Episode 3 of Obi-Wan felt like nothing happened, until it did. I’m sure bad people on the internet will whine about retcons with this episode. Those people need to go touch grass.
 

Sarcasmorator

Same as I ever was
(He/him)
Stayed up and watched episode 3. I liked it for the most part, but it was a little less fun than the first two. While I thought the parkour and other action of the last two episodes were fine, the beatdown duel here seemed a little flat, I think in part because Vader works best as a movie monster in corridors where he can pop out of a side passage and you can't get past him, rather than outside among piles of mining tailings where it seems like it would be easy to get away but nevertheless, there he is somehow.

But I suspect this was only their first encounter, the one Obi-Wan loses and has to be rescued from, like Luke was. The next one will likely end in a draw, or Vader losing a mechanical limb. It was brutal how Vader tried to draw Obi-Wan out; effective in its horribleness. No bluster or declaration. Just silently hurting and killing people because he knows Obi-Wan is there and watching. And dragging him into the fire; of course he would.

-"The Grand Inquisitor is nothing." And what do you think that makes you, Reva, when you're GI? There's no future for any of them.
-Grand Inquisitor actually dead, or just offscreen and assumed dead/lied about by Reva? We'll see. Feels odd for the show to kill off a major character from a show Dave Filoni directly oversaw, so I suspect we haven't seen the last of him. Apparently the Inquisitors showing up in OBW was his own idea.
-I predicted almost every line Vader spoke, to the specific wording, during the Obi-Wan encounter. Because they were all the most obvious lines. I hope he gets a little more to say. Nice to hear James Earl Jones again. No one does it the same.
-Vader's suit seems incredibly uncomfortable; no padding underneath, just armor on skin and his mockery of Jedi robes over that. Yikes.
-"Quinlan was here!" I assume it said "Quinlan wuz here" on the wall itself. I liked the little touch of hope for Kenobi there on what is about to be a very bad night.
 
Last edited:
...the beatdown duel here seemed a little flat
I feel like that was kind of the point? Vader had spent ten years thinking about nothing but revenge and what this moment was going to be like. He's very careful and methodical about how he acts and moves in this fight and leading up to it. He underestimated Obi-Wan before and it nearly cost him everything. And when the moment finally comes for him to prove his worth and defeat his white whale, Obi-Wan runs away and is a pathetic shell of his former self. It's flat because it's supposed to feel anticlimactic for Vader. And I highly suspect the reason why he just stands there and lets him go is because he's so disappointed in the moment and in Obi-Wan.
 

Phantoon

I cuss you bad
That episode was pretty great about laying on the line how far up shit creek Obi-wan and Leia are. The Empire are casually monstrous and omnipresent and Vader is genuinely frightening. I'm still not overly up for multiple Vader duels with Obi-wan; the Clone Wars managed to never have Grievous and Anakin meet because of two lines of dialogue and I'm not sure they're being half as careful here.

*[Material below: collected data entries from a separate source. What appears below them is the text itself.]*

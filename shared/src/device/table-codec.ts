import { EngineError } from './errors.js';
import { checkLookupTable, checkTableGrid, type LookupTable, TABLE_FIELDS, type TableField, type TableGrid, tablePointCount } from './lookup-table.js';

/**
 * The binary form of a table: "CWLT", a little-endian uint32 header length, the header as ASCII JSON
 * (grid, field order, element type), zero padding to a multiple of 8 bytes, then each column's raw
 * little-endian values one after the other. Pure (no Buffer, no TextEncoder), so a browser can read it too;
 * the server compresses it and hashes it.
 */
const MAGIC = [0x43, 0x57, 0x4c, 0x54]; // "CWLT"
const FORMAT_VERSION = 1;

interface Header {
  version: number;
  grid: TableGrid;
  fields: TableField[];
  type: 'float32' | 'float64';
}

const littleEndianPlatform = new Uint8Array(new Uint16Array([1]).buffer)[0] === 1;

/** JSON with every character above 0x7f escaped, so that one byte is one character. */
function asciiJson(value: unknown): string {
  return JSON.stringify(value).replace(/[\u0080-\uffff]/g, (c) => `\\u${c.charCodeAt(0).toString(16).padStart(4, '0')}`);
}

/** The table as bytes; its columns must all be Float32Array or all Float64Array. */
export function encodeTable(table: LookupTable): Uint8Array {
  const steps = encodeTableInSteps(table);
  for (;;) {
    const step = steps.next();
    if (step.done) return step.value;
  }
}

/** encodeTable one column per step, so that a caller on an event loop can let other work run between them (a full grid's column is megabytes). */
export function* encodeTableInSteps(table: LookupTable): Generator<void, Uint8Array, void> {
  checkLookupTable(table);
  const first = table.columns[TABLE_FIELDS[0]];
  const type = first instanceof Float64Array ? 'float64' : 'float32';
  if (TABLE_FIELDS.some((field) => (table.columns[field] instanceof Float64Array) !== (type === 'float64'))) {
    throw new EngineError('TABLE_INVALID', 'The columns of a table must all be Float32Array or all Float64Array', 'columns');
  }
  const header = asciiJson({ version: FORMAT_VERSION, grid: table.grid, fields: [...TABLE_FIELDS], type } satisfies Header);
  const dataStart = Math.ceil((8 + header.length) / 8) * 8;
  const bytesPerValue = type === 'float64' ? 8 : 4;
  const points = tablePointCount(table.grid);
  const bytes = new Uint8Array(dataStart + TABLE_FIELDS.length * points * bytesPerValue);
  bytes.set(MAGIC, 0);
  new DataView(bytes.buffer).setUint32(4, header.length, true);
  for (let i = 0; i < header.length; i++) bytes[8 + i] = header.charCodeAt(i);
  for (const [index, field] of TABLE_FIELDS.entries()) {
    writeColumn(bytes, dataStart + index * points * bytesPerValue, table.columns[field]);
    yield;
  }
  return bytes;
}

/**
 * Reads what encodeTable wrote; TABLE_INVALID when the bytes are not a table of this format. On a little-endian
 * platform the columns are views on `bytes` (no copy: a full grid is tens of MB), so the caller must not change them.
 */
export function decodeTable(bytes: Uint8Array): LookupTable {
  if (bytes.length < 8 || MAGIC.some((byte, i) => bytes[i] !== byte)) throw new EngineError('TABLE_INVALID', 'These bytes are not a Channelwright table', 'table');
  const view = new DataView(bytes.buffer, bytes.byteOffset, bytes.byteLength);
  const headerLength = view.getUint32(4, true);
  if (8 + headerLength > bytes.length) throw new EngineError('TABLE_INVALID', 'The table header is cut short', 'table');
  let text = '';
  for (let i = 0; i < headerLength; i++) text += String.fromCharCode(bytes[8 + i]);
  let header: Header;
  try {
    header = JSON.parse(text) as Header;
  } catch {
    throw new EngineError('TABLE_INVALID', 'The table header is not valid JSON', 'table');
  }
  if (header.version !== FORMAT_VERSION) throw new EngineError('TABLE_INVALID', `Table format version ${header.version} is not known (expected ${FORMAT_VERSION})`, 'table');
  if (!Array.isArray(header.fields) || header.fields.some((field) => !TABLE_FIELDS.includes(field)) || (header.type !== 'float32' && header.type !== 'float64')) {
    throw new EngineError('TABLE_INVALID', 'The table header names unknown fields or an unknown number type', 'table');
  }
  checkTableGrid(header.grid);
  const points = tablePointCount(header.grid);
  const bytesPerValue = header.type === 'float64' ? 8 : 4;
  const dataStart = Math.ceil((8 + headerLength) / 8) * 8;
  if (bytes.length !== dataStart + header.fields.length * points * bytesPerValue) throw new EngineError('TABLE_INVALID', 'The table data does not match its header', 'table');
  const columns = {} as LookupTable['columns'];
  header.fields.forEach((field, index) => {
    columns[field] = readColumn(bytes, dataStart + index * points * bytesPerValue, points, header.type);
  });
  const table = { grid: header.grid, columns };
  checkLookupTable(table);
  return table;
}

function writeColumn(bytes: Uint8Array, offset: number, column: Float32Array | Float64Array): void {
  if (littleEndianPlatform) {
    bytes.set(new Uint8Array(column.buffer, column.byteOffset, column.byteLength), offset);
    return;
  }
  const view = new DataView(bytes.buffer, offset);
  const size = column.BYTES_PER_ELEMENT;
  for (let i = 0; i < column.length; i++) {
    if (size === 8) view.setFloat64(i * 8, column[i], true);
    else view.setFloat32(i * 4, column[i], true);
  }
}

function readColumn(bytes: Uint8Array, offset: number, count: number, type: Header['type']): Float32Array | Float64Array {
  const size = type === 'float64' ? 8 : 4;
  const at = bytes.byteOffset + offset;
  if (littleEndianPlatform && at % size === 0) return type === 'float64' ? new Float64Array(bytes.buffer, at, count) : new Float32Array(bytes.buffer, at, count);
  const column = type === 'float64' ? new Float64Array(count) : new Float32Array(count);
  if (littleEndianPlatform) {
    new Uint8Array(column.buffer).set(bytes.subarray(offset, offset + column.byteLength));
    return column;
  }
  const view = new DataView(bytes.buffer, bytes.byteOffset + offset);
  for (let i = 0; i < count; i++) column[i] = type === 'float64' ? view.getFloat64(i * 8, true) : view.getFloat32(i * 4, true);
  return column;
}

That said, so far it's been really well done outside of villains running straight into branches for no reason, so I'll accept it.
 

Sarcasmorator

Same as I ever was
(He/him)
Honestly, Clone Wars was too careful about that.

Another thing I liked: the pressure of Vader's presence on Obi-Wan, and how he sends normal people into near panic just by being there. Dark Paladin Aura of Fear.